> [ACTIVITY]: For the records below, output each line exactly as it appears, from the first through the line with "old set untouched);".

(Saved entries)
════════════════════
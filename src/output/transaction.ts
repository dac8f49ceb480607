import { constants, copyFileSync, linkSync, renameSync, rmSync, type Stats } from 'node:fs';
import { dirname } from 'node:path';
import { stageFile, temporaryPath, writeAtomic } from './atomic.js';
import { forget, remember } from './signals.js';

/** One file of a transaction: its destination (a real path) and, when one exists, the file it replaces. */
export interface PlannedWrite {
  final: string;
  contents: string | Uint8Array;
  replaces?: Stats;
}

/** What a journal lists for each file: enough for a later run to finish the renames (recover.ts). */
export interface JournalEntry {
  temporary: string;
  final: string;
  backup?: string;
}

/** A journal file: the renames, and every copy of the journal (removed together once they are done). */
export interface Journal {
  pid: number;
  entries: JournalEntry[];
  journals?: string[];
}

/** The file operations a transaction uses; a test swaps one to make it fail at a chosen point. */
export interface TransactionIo {
  stage: typeof stageFile;
  rename: (from: string, to: string) => void;
}

const REAL_IO: TransactionIo = { stage: stageFile, rename: renameSync };

/**
 * Write every file or none (the old ones kept). In order:
 * 1. stage each file under a short temporary name in its own folder, flushed (a failure, e.g. disk
 *    full, removes the staged ones and leaves the old set untouched);
 * 2. keep each file being replaced under a second name (a hard link, else a copy);
 * 3. write a journal in `journalFolder` listing the renames (written atomically itself), and a copy
 *    in every other folder receiving a file that a run into it would not find from there (recover.ts
 *    looks in a folder and its parent): a run into any one folder finishes the whole set;
 * 4. rename each staged file over its destination, in the given order (callers put the file that
 *    names the others last); if one rename fails, the ones done are undone from the kept copies;
 * 5. remove the journal, then the kept copies.
 * Everything runs synchronously, so SIGINT and SIGTERM (handled in signals.ts) are seen only before
 * step 1 or after step 5. After a SIGKILL the journal lets the next run into the folder finish
 * step 4 (roll forward), and temporaries of a dead process are removed (recover.ts).
 */
export function commitFiles(
  planned: readonly PlannedWrite[],
  journalFolder: string,
  io: TransactionIo = REAL_IO,
): void {
  if (planned.length === 0) return;
  if (planned.length === 1 && planned[0].replaces === undefined && io === REAL_IO) {
    // One new file needs no journal: its rename alone is the transaction.
    commitOne(planned[0]);
    return;
  }
  const entries: JournalEntry[] = [];
  const cleanup = () => {
    for (const entry of entries) {
      rmSync(entry.temporary, { force: true });
      if (entry.backup !== undefined) rmSync(entry.backup, { force: true });
    }
  };
  remember(cleanup);
  let journals: string[] = [];
  try {
    for (const file of planned) {
      entries.push({ temporary: io.stage(file.final, file.contents, file.replaces), final: file.final });
    }
    for (const [i, file] of planned.entries()) {
      if (file.replaces !== undefined) entries[i].backup = keepCopy(file.final);
    }
    journals = journalFolders(entries, journalFolder).map((folder) => temporaryPath(folder, 'jnl'));
    const text = `${JSON.stringify({ pid: process.pid, entries, journals } satisfies Journal)}\n`;
    for (const journal of journals) writeAtomic(journal, text);
  } catch (error) {
    for (const journal of journals) rmSync(journal, { force: true });
    cleanup();
    forget(cleanup);
    throw error;
  }
  let done = 0;
  try {
    for (; done < entries.length; done++) io.rename(entries[done].temporary, entries[done].final);
  } catch (error) {
    undo(entries.slice(0, done));
    cleanup();
    for (const journal of journals) rmSync(journal, { force: true });
    forget(cleanup);
    throw error;
  }
  for (const journal of journals) rmSync(journal, { force: true });
  cleanup();
  forget(cleanup);
}

/**
 * Where the journal goes: `main`, and every folder of the entries that is neither `main` nor one of
 * its subfolders (a batch's record folders are found from their parent).
 */
function journalFolders(entries: readonly JournalEntry[], main: string): string[] {
  const folders = new Set([main]);
  for (const entry of entries) {
    const folder = dirname(entry.final);
    if (folder !== main && dirname(folder) !== main) folders.add(folder);
  }
  return [...folders];
}

function commitOne(file: PlannedWrite): void {
  const temporary = stageFile(file.final, file.contents);
  const cleanup = () => rmSync(temporary, { force: true });
  remember(cleanup);
  try {
    renameSync(temporary, file.final);
  } catch (error) {
    cleanup();
    throw error;
  } finally {
    forget(cleanup);
  }
}

/** A second name for `path`'s current bytes: a hard link where the file system has them, else a copy. */
function keepCopy(path: string): string {
  const backup = temporaryPath(dirname(path), 'old');
  try {
    linkSync(path, backup);
  } catch {
    copyFileSync(path, backup, constants.COPYFILE_EXCL);
  }
  return backup;
}

/** Put back the old files (or remove the new ones that had none) of the renames done. */
function undo(done: readonly JournalEntry[]): void {
  for (const entry of [...done].reverse()) {
    try {
      if (entry.backup !== undefined) renameSync(entry.backup, entry.final);
      else rmSync(entry.final, { force: true });
    } catch {
      // Keep undoing the others; the error that started this is the one reported.
    }
  }
}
════════════════════
> [EXPECTED ANSWER]:
filename src/output/transaction.ts
repository dac8f49ceb480607
import { constants, copyFileSync, linkSync, renameSync, rmSync, type Stats } from 'node:fs';
import { dirname } from 'node:path';
import { stageFile, temporaryPath, writeAtomic } from './atomic.js';
import { forget, remember } from './signals.js';

/** One file of a transaction: its destination (a real path) and, when one exists, the file it replaces. */
export interface PlannedWrite {
  final: string;
  contents: string | Uint8Array;
  replaces?: Stats;
}

/** What a journal lists for each file: enough for a later run to finish the renames (recover.ts). */
export interface JournalEntry {
  temporary: string;
  final: string;
  backup?: string;
}

/** A journal file: the renames, and every copy of the journal (removed together once they are done). */
export interface Journal {
  pid: number;
  entries: JournalEntry[];
  journals?: string[];
}

/** The file operations a transaction uses; a test swaps one to make it fail at a chosen point. */
export interface TransactionIo {
  stage: typeof stageFile;
  rename: (from: string, to: string) => void;
}

const REAL_IO: TransactionIo = { stage: stageFile, rename: renameSync };

/**
 * Write every file or none (the old ones kept). In order:
 * 1. stage each file under a short temporary name in its own folder, flushed (a failure, e.g. disk
 *    full, removes the staged ones and leaves the old set untouched);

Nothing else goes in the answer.